**Problem to work on**
Looking at the data below, state how many lines contain "special". No other words are wanted.

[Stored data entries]
========================================

class BetaRates(Prior):
    """Independent beta priors on the control and treatment rates, as a prior on the effect.

    The effect is ``p_t - p_c`` (``scale="difference"``), ``log(p_t / p_c)``
    (``"risk_ratio"``) or ``logit(p_t) - logit(p_c)`` (``"odds_ratio"``): the analysis scale
    of a :class:`BinaryEndpoint` with that scale.

    Parameters
    ----------
    control, treatment
        ``(a, b)``: the rate is Beta(a, b) (a prior "worth" ``a + b`` patients with ``a``
        responders), or a number in (0, 1): the rate is known (the reference rate of a
        single-arm trial, say).
    scale
        Scale of the effect, as the endpoint's.

    Notes
    -----
    With one arm's rate ``q`` fixed, the distribution function is closed form; otherwise
    ``P(effect <= x) = E_q[P(other rate on the right side of the boundary | q)]``, integrated
    by Gauss-Legendre quadrature on the probability scale of the arm with the smaller prior
    SD (the other arm's beta distribution function is smooth on the scale of its own, larger
    SD), split where the boundary leaves [0, 1]. The density uses the same quadrature with
    the Jacobian of the effect in the rate. Mean and variance are closed form:
    ``E log p = psi(a) - psi(a + b)``, ``Var log p = psi'(a) - psi'(a + b)``,
    ``E logit p = psi(a) - psi(b)``, ``Var logit p = psi'(a) + psi'(b)``.

    A :class:`BinaryEndpoint` recognises this prior: the prior predictive of each arm is then
    beta-binomial and assurance is an exact sum over the outcomes.

    Examples
    --------
    >>> prior = BetaRates(control=(6, 14), treatment=(9, 11))
    >>> round(prior.mean(), 3)  # 0.45 - 0.30
    0.15
    >>> round(prior.prob_above(0.0), 3)  # P(p_t > p_c)
    0.843
    """

    def __init__(self, control: Any, treatment: Any, scale: Scale = "difference", *,
                 _negated: bool = False):
        owner = "BetaRates"
        self.scale = check_choice(scale, "scale", owner, list(SCALES))
        self.control_arm = _arm(control, "control", owner)
        self.treatment_arm = _arm(treatment, "treatment", owner)
        self.negated_copy = bool(_negated)

    # ---- plain attributes ----------------------------------------------------------------
    @property
    def control(self) -> tuple[float, float] | float:
        """The control rate's ``(a, b)`` or fixed value."""
        arm = self.control_arm
        return arm.value if arm.fixed else (arm.a, arm.b)

    @property
    def treatment(self) -> tuple[float, float] | float:
        """The treatment rate's ``(a, b)`` or fixed value."""
        arm = self.treatment_arm
        return arm.value if arm.fixed else (arm.a, arm.b)

    @property
    def _s(self) -> float:
        return -1.0 if self.negated_copy else 1.0

    def _fixed_effect(self) -> float:
        return float(self._s * natural_effect(self.treatment_arm.value, self.control_arm.value,
                                              self.scale))

    def _both_fixed(self) -> bool:
        return self.control_arm.fixed and self.treatment_arm.fixed

    def _outer_is_control(self) -> bool:
        return self.control_arm.sd <= self.treatment_arm.sd

    # ---- distribution of the natural effect G (before any negation) ----------------------
    def _integrate(self, y: np.ndarray, integrand) -> np.ndarray:
        """``E_outer[integrand(outer rate, y)]`` by blocks of Gauss-Legendre nodes."""
        outer_control = self._outer_is_control()
        outer = self.control_arm if outer_control else self.treatment_arm
        if outer.fixed:
            return integrand(np.full(y.shape + (1,), outer.value), y[..., None])[..., 0]
        if outer_control:
            breaks = _breaks(y, self.scale, control_breakpoints)
        else:
            breaks = _breaks(y, self.scale, treatment_breakpoints)
        edges = [np.zeros_like(y), breaks[..., 0], breaks[..., 1], np.ones_like(y)]
        total = np.zeros_like(y)
        for lo, hi in zip(edges[:-1], edges[1:], strict=True):
            q, w = outer.nodes(lo, hi, QUAD_NODES)
            total += np.sum(w * integrand(q, y[..., None]), axis=-1)
        return total

    def _cdf_natural(self, y: np.ndarray) -> np.ndarray:
        if self._outer_is_control():
            arm = self.treatment_arm
            return self._integrate(y, lambda q, yy: arm.cdf(treatment_rate(yy, q, self.scale)))
        arm = self.control_arm
        return self._integrate(y, lambda q, yy: 1.0 - arm.cdf(control_rate(yy, q, self.scale)))

    def _pdf_natural(self, y: np.ndarray) -> np.ndarray:
        scale = self.scale

        def jacobian(rate: np.ndarray) -> np.ndarray:
            return {"difference": np.ones_like(rate), "risk_ratio": rate,
                    "odds_ratio": rate * (1.0 - rate)}[scale]

        if self._outer_is_control():
            arm = self.treatment_arm

            def f(q, yy):
                r = treatment_rate(yy, q, scale)
                return arm.pdf(r) * jacobian(r)
        else:
            arm = self.control_arm

            def f(q, yy):
                r = control_rate(yy, q, scale)
                return arm.pdf(r) * jacobian(r)
        return self._integrate(y, f)

    # ---- the Prior interface -------------------------------------------------------------
    def cdf(self, x: Any) -> np.ndarray:
        x = np.asarray(x, dtype=float)
        if self._both_fixed():
            return np.where(x >= self._fixed_effect(), 1.0, 0.0)
        if self.negated_copy:
            out = 1.0 - self._cdf_natural(-x)
        else:
            out = self._cdf_natural(x)
        return np.clip(out, 0.0, 1.0)

    def pdf(self, x: Any) -> np.ndarray:
        x = np.asarray(x, dtype=float)
        if self._both_fixed():
            return np.zeros_like(x)
        return self._pdf_natural(self._s * x)

    def atoms(self) -> list[tuple[float, float]]:
        return [(self._fixed_effect(), 1.0)] if self._both_fixed() else []

    def _moments(self, arm: RateArm) -> tuple[float, float]:
        if self.scale == "difference":
            return arm.mean, arm.sd**2
        if arm.fixed:
            v = arm.value
            return (math.log(v) if self.scale == "risk_ratio" else math.log(v / (1 - v))), 0.0
        a, b = arm.a, arm.b
        if self.scale == "risk_ratio":
            return (float(special.digamma(a) - special.digamma(a + b)),
                    float(special.polygamma(1, a) - special.polygamma(1, a + b)))
        return (float(special.digamma(a) - special.digamma(b)),
                float(special.polygamma(1, a) + special.polygamma(1, b)))

    def mean(self) -> float:
        (mt, _), (mc, _) = self._moments(self.treatment_arm), self._moments(self.control_arm)
        return self._s * (mt - mc)

    def var(self) -> float:
        return self._moments(self.treatment_arm)[1] + self._moments(self.control_arm)[1]

    def sample(self, size: int, seed: Any = None) -> np.ndarray:
        rng = seed if isinstance(seed, np.random.Generator) else np.random.default_rng(seed)

        def draw(arm: RateArm) -> np.ndarray:
            if arm.fixed:
                return np.full(size, arm.value)
            return np.clip(rng.beta(arm.a, arm.b, size), 1e-300, 1.0 - 1e-16)

        p_c = draw(self.control_arm)
        p_t = draw(self.treatment_arm)
        return self._s * natural_effect(p_t, p_c, self.scale)

    def support(self) -> tuple[float, float]:
        def ends(arm: RateArm) -> tuple[float, float]:
            return (arm.value, arm.value) if arm.fixed else (0.0, 1.0)

        (tl, th), (cl, ch) = ends(self.treatment_arm), ends(self.control_arm)
        with np.errstate(divide="ignore"):
            if self.scale == "difference":
                lo, hi = tl - ch, th - cl
            elif self.scale == "risk_ratio":
                lo, hi = float(np.log(tl) - np.log(ch)), float(np.log(th) - np.log(cl))
            else:
                lo = float(special.logit(tl) - special.logit(ch))
                hi = float(special.logit(th) - special.logit(cl))
        return (lo, hi) if not self.negated_copy else (-hi, -lo)

    def ppf(self, q: float) -> float:
        q = check_real(q, "q", "BetaRates.ppf", low=0, high=1, low_open=True, high_open=True)
        if self._both_fixed():
            return self._fixed_effect()
        lo, hi = self.support()
        m, s = self.mean(), max(self.sd(), 1e-12)
        lo = lo if math.isfinite(lo) else m - 10 * s
        hi = hi if math.isfinite(hi) else m + 10 * s
        while float(self.cdf(lo)) > q:
            lo -= 10 * s
        while float(self.cdf(hi)) < q:
            hi += 10 * s
        return brent_root(lambda x: float(self.cdf(x)) - q, lo, hi, xtol=1e-13,
                          rtol=4 * np.finfo(float).eps)

    def to_dict(self) -> dict[str, Any]:
        out: dict[str, Any] = {"family": "beta_rates",
                               "control": self.control_arm.describe(),
                               "treatment": self.treatment_arm.describe(),
                               "scale": self.scale}
        if self.negated_copy:
            out["negated"] = True
        return out

    def negated(self) -> BetaRates:
        """The same rates with the effect read the other way (a flagged copy)."""
        return BetaRates(self.control, self.treatment, self.scale,
                         _negated=not self.negated_copy)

========================================

**Output**
6